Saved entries
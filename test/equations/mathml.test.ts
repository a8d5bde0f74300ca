import { describe, expect, test } from "vitest";
import { parseLine } from "../../src/equations/line.js";
import { escapeXml, plainSymbol, toMathML } from "../../src/equations/mathml.js";

/** Typeset, with what only spaces or frames it taken off. */
function typeset(text: string): string {
  return toMathML("y", parseLine(text), plainSymbol)
    .replace('<math display="block"><mrow><mi>y</mi><mo>=</mo>', "")
    .replace("</mrow></math>", "");
}

describe("MathML of a line", () => {
  test("a division is a fraction, and divisions in a row are one fraction", () => {
    expect(typeset("(a+b)/c")).toBe("<mfrac><mrow><mi>a</mi><mo>+</mo><mi>b</mi></mrow><mi>c</mi></mfrac>");
    expect(typeset("a/b/c")).toBe("<mfrac><mi>a</mi><mrow><mi>b</mi><mo>⋅</mo><mi>c</mi></mrow></mfrac>");
  });
  test("roots", () => {
    expect(typeset("a^0.5")).toBe("<msqrt><mi>a</mi></msqrt>");
    expect(typeset("SQRT(a)")).toBe("<msqrt><mi>a</mi></msqrt>");
    expect(typeset("a^(1/3)")).toBe("<mroot><mrow><mi>a</mi></mrow><mn>3</mn></mroot>");
  });
  test("other exponents keep their form", () => {
    expect(typeset("a^(1/4)")).toBe("<msup><mi>a</mi><mrow><mn>1</mn><mo>/</mo><mn>4</mn></mrow></msup>");
    expect(typeset("a^0.8")).toBe("<msup><mi>a</mi><mn>0.8</mn></msup>");
    expect(typeset("LN(a)^2")).toContain('<mo>(</mo><mrow><mi mathvariant="normal">ln</mi>');
  });
  test("large and small numbers are powers of ten", () => {
    expect(typeset("1.4e9")).toBe("<mrow><mn>1.4</mn><mo>⋅</mo><msup><mn>10</mn><mn>9</mn></msup></mrow>");
    expect(typeset("1e-4")).toBe('<msup><mn>10</mn><mrow><mo form="prefix">−</mo><mn>4</mn></mrow></msup>');
    expect(typeset("282000")).toBe("<mn>282000</mn>");
  });
  test("IF is a list of cases, continued where the last place is an IF again", () => {
    const cases = typeset("IF(a<=1,2,IF(a<=3,4,5))");
    expect(cases.match(/<mtr>/g)).toHaveLength(3);
    expect(cases).toContain("<mtext>if </mtext><mrow><mi>a</mi><mo>≤</mo><mn>1</mn></mrow>");
    expect(cases).toContain("<mtext>otherwise</mtext>");
    expect(typeset('IF(s="square",1,0/0)').match(/<mtr>/g)).toHaveLength(1);
  });
  test("brackets stand where the meaning needs them", () => {
    expect(typeset("a-(b-c)")).toContain("<mo>−</mo><mrow><mo>(</mo>");
    expect(typeset("(a+b)*c")).toContain("<mo>(</mo><mrow><mi>a</mi>");
    expect(typeset("a*b+c")).not.toContain("<mo>(</mo>");
    expect(typeset("2*IF(a>0,1,2)")).toContain("<mo>(</mo><mrow><mo stretchy");
  });
  test("names with a suffix are subscripts; everything is escaped", () => {
    expect(plainSymbol("Nu_V")).toBe('<msub><mi mathvariant="normal">Nu</mi><mi>V</mi></msub>');
    expect(escapeXml(`<a href="x">&'`)).toBe("&#60;a href=&#34;x&#34;&#62;&#38;&#39;");
    expect(typeset('IF(a="<b>",1,2)')).not.toContain("<b>");
  });
  test("every tag that opens closes", () => {
    const text = toMathML(
      "y",
      parseLine(
        "IF(AND(a<1,NOT(b>=2)),-ABS(a)^2,INT(a)+ROUND(b,1)+LOG(a)+LOG(a,2)+LOG10(b)+SUM(a,b)*PI()+COS(RADIANS(a+b))+MIN(a,b,ERF(a)))",
      ),
      plainSymbol,
    );
    const open: string[] = [];
    for (const [, slash, tag] of text.matchAll(/<(\/?)([a-z]+)[^>]*>/g)) {
      if (slash === "") open.push(tag as string);
      else expect(open.pop()).toBe(tag);
    }
    expect(open).toEqual([]);
  });
});
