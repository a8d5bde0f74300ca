import fc from "fast-check";
import { describe, expect, test } from "vitest";
import {
  binaryNode,
  callNode,
  type FunctionName,
  functions,
  LineError,
  type Node,
  nameNode,
  numberNode,
  type Operator,
  parseLine,
} from "../../src/equations/line.js";
import { printLine, renameSymbols, substitute, symbolsOf } from "../../src/equations/rewrite.js";

function problemOf(text: string, strict = false): LineError {
  try {
    parseLine(text, { strict });
  } catch (thrown) {
    if (thrown instanceof LineError) return thrown;
    throw thrown;
  }
  throw new Error(`${text} was read`);
}

describe("a line that cannot be read says where and what to write", () => {
  test.each([
    ["", 1, /empty/],
    ["  ", 1, /empty/],
    ["0.3*Re^", 8, /ends where a number/],
    ["0.3*(Re+1", 5, /opened at character 5 is not closed/],
    ["0.3*Re)", 7, /no opening one/],
    ["0,3*Re", 2, /decimals with a point/],
    ["2 Re", 3, /write \* for a product/],
    ["Re Pr", 4, /operator is missing before "Pr"/],
    ["f(Re)", 1, /f at character 1 is no function/],
    ["SQRT(1,2)", 1, /has 2 arguments; it takes 1/],
    ["MIN()", 1, /has 0 arguments; it takes 1 to 30/],
    ["IF(1,2)", 1, /it takes 3/],
    ["MAX(1,2", 1, /bracket of MAX at character 1 is not closed/],
    ["3·Re", 2, /write \* for a product/],
    ["Re²", 3, /write \^2/],
    ["5%", 2, /write the fraction/],
    ['shape="square', 7, /no closing quotation mark/],
    ["1e999", 1, /too large/],
    ["*3", 1, /stands at character 1/],
    ["1----2", 6, /signs stand in a row/],
    [`${"(".repeat(200)}1${")".repeat(200)}`, 101, /nested more than 100/],
    ["1".repeat(9000), 8192, /at most 8192/],
  ] as const)("%s", (text, position, sentence) => {
    const error = problemOf(text);
    expect(error.message).toMatch(sentence);
    expect(error.position).toBe(position);
  });

  test.each(["-x^2", "1+-x^2", "2^3^2", "x^-1^2", "+-x^2"])("strict reading refuses %s", (text) => {
    expect(problemOf(text, true).message).toMatch(/two ways/);
    expect(() => parseLine(text)).not.toThrow();
  });

  test.each(["(-x)^2", "-(x^2)", "(2^3)^2", "x^(-1)", "x^-1", "1-x^2", "a*b^c*d^e"])("strict reading takes %s", (text) => {
    expect(() => parseLine(text, { strict: true })).not.toThrow();
  });
});

const names = fc.constantFrom("Ra", "Pr", "x", "D_L", "Nu_V", "constructor");
const operators = fc.constantFrom<Operator>("+", "-", "*", "/", "^", "=", "<>", "<", "<=", ">", ">=");
const calls = fc.constantFrom(...(Object.keys(functions) as FunctionName[]));

const { tree } = fc.letrec<{ tree: Node }>((tie) => ({
  tree: fc.oneof(
    { maxDepth: 6 },
    names.map(nameNode),
    fc.double({ min: 0, noNaN: true, noDefaultInfinity: true }).map(numberNode),
    fc.string().map((value): Node => ({ kind: "text", value })),
    tie("tree").map((of): Node => ({ kind: "minus", of })),
    fc.tuple(operators, tie("tree"), tie("tree")).map(([operator, left, right]) => binaryNode(operator, left, right)),
    fc
      .tuple(calls, fc.array(tie("tree"), { minLength: 3, maxLength: 3 }))
      .map(([name, args]) => callNode(name, ...args.slice(0, functions[name][1]))),
  ),
}));

describe("rewriting", () => {
  test("printed text reads back as the same tree, by strict rules too", () => {
    fc.assert(
      fc.property(tree, (node) => {
        const text = printLine(node);
        fc.pre(text.length <= 8192);
        expect(parseLine(text, { strict: true })).toEqual(node);
      }),
      { numRuns: 1000 },
    );
  });

  test.each([
    ["a-(b-c)", "a-(b-c)"],
    ["(a-b)-c", "a-b-c"],
    ["(a*b)/c", "a*b/c"],
    ["a/(b*c)", "a/(b*c)"],
    ["-(x^2)", "-(x^2)"],
    ["(-x)^2", "(-x)^2"],
    ["a*(-b)", "a*(-b)"],
    ["2 ^ 3 ^ 2", "(2^3)^2"],
    ["if( Re<=2300 , 3.66 , f )", "IF(Re<=2300,3.66,f)"],
    ["1400000000*0.00012", "1.4e9*1.2e-4"],
    ["2300+0.001", "2300+0.001"],
    ['"a ""b"""', '"a ""b"""'],
  ])("%s prints as %s", (text, printed) => {
    expect(printLine(parseLine(text))).toBe(printed);
  });

  test("symbols come once, in order of first use; function names are none", () => {
    expect(symbolsOf(parseLine("Re*Pr+MAX(Re,L)+PI()"))).toEqual(["Re", "Pr", "L"]);
  });

  test("renaming and substituting leave other symbols alone", () => {
    expect(printLine(renameSymbols(parseLine("Ra+constructor+Pr"), { Ra: "Ra_V" }))).toBe("Ra_V+constructor+Pr");
    expect(printLine(substitute(parseLine("0.59*Ra^0.25"), { Ra: parseLine("Gr*Pr") }))).toBe("0.59*(Gr*Pr)^0.25");
    expect(printLine(substitute(parseLine("-Ra"), { Ra: parseLine("-x") }))).toBe("-(-x)");
  });
});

TASK DIRECTIONS:
From the entries above, list each line with "mfrac" in it.

RESPONSE:
    expect(typeset("(a+b)/c")).toBe("<mfrac><mrow><mi>a</mi><mo>+</mo><mi>b</mi></mrow><mi>c</mi></mfrac>");
    expect(typeset("a/b/c")).toBe("<mfrac><mi>a</mi><mrow><mi>b</mi><mo>⋅</mo><mi>c</mi></mrow></mfrac>");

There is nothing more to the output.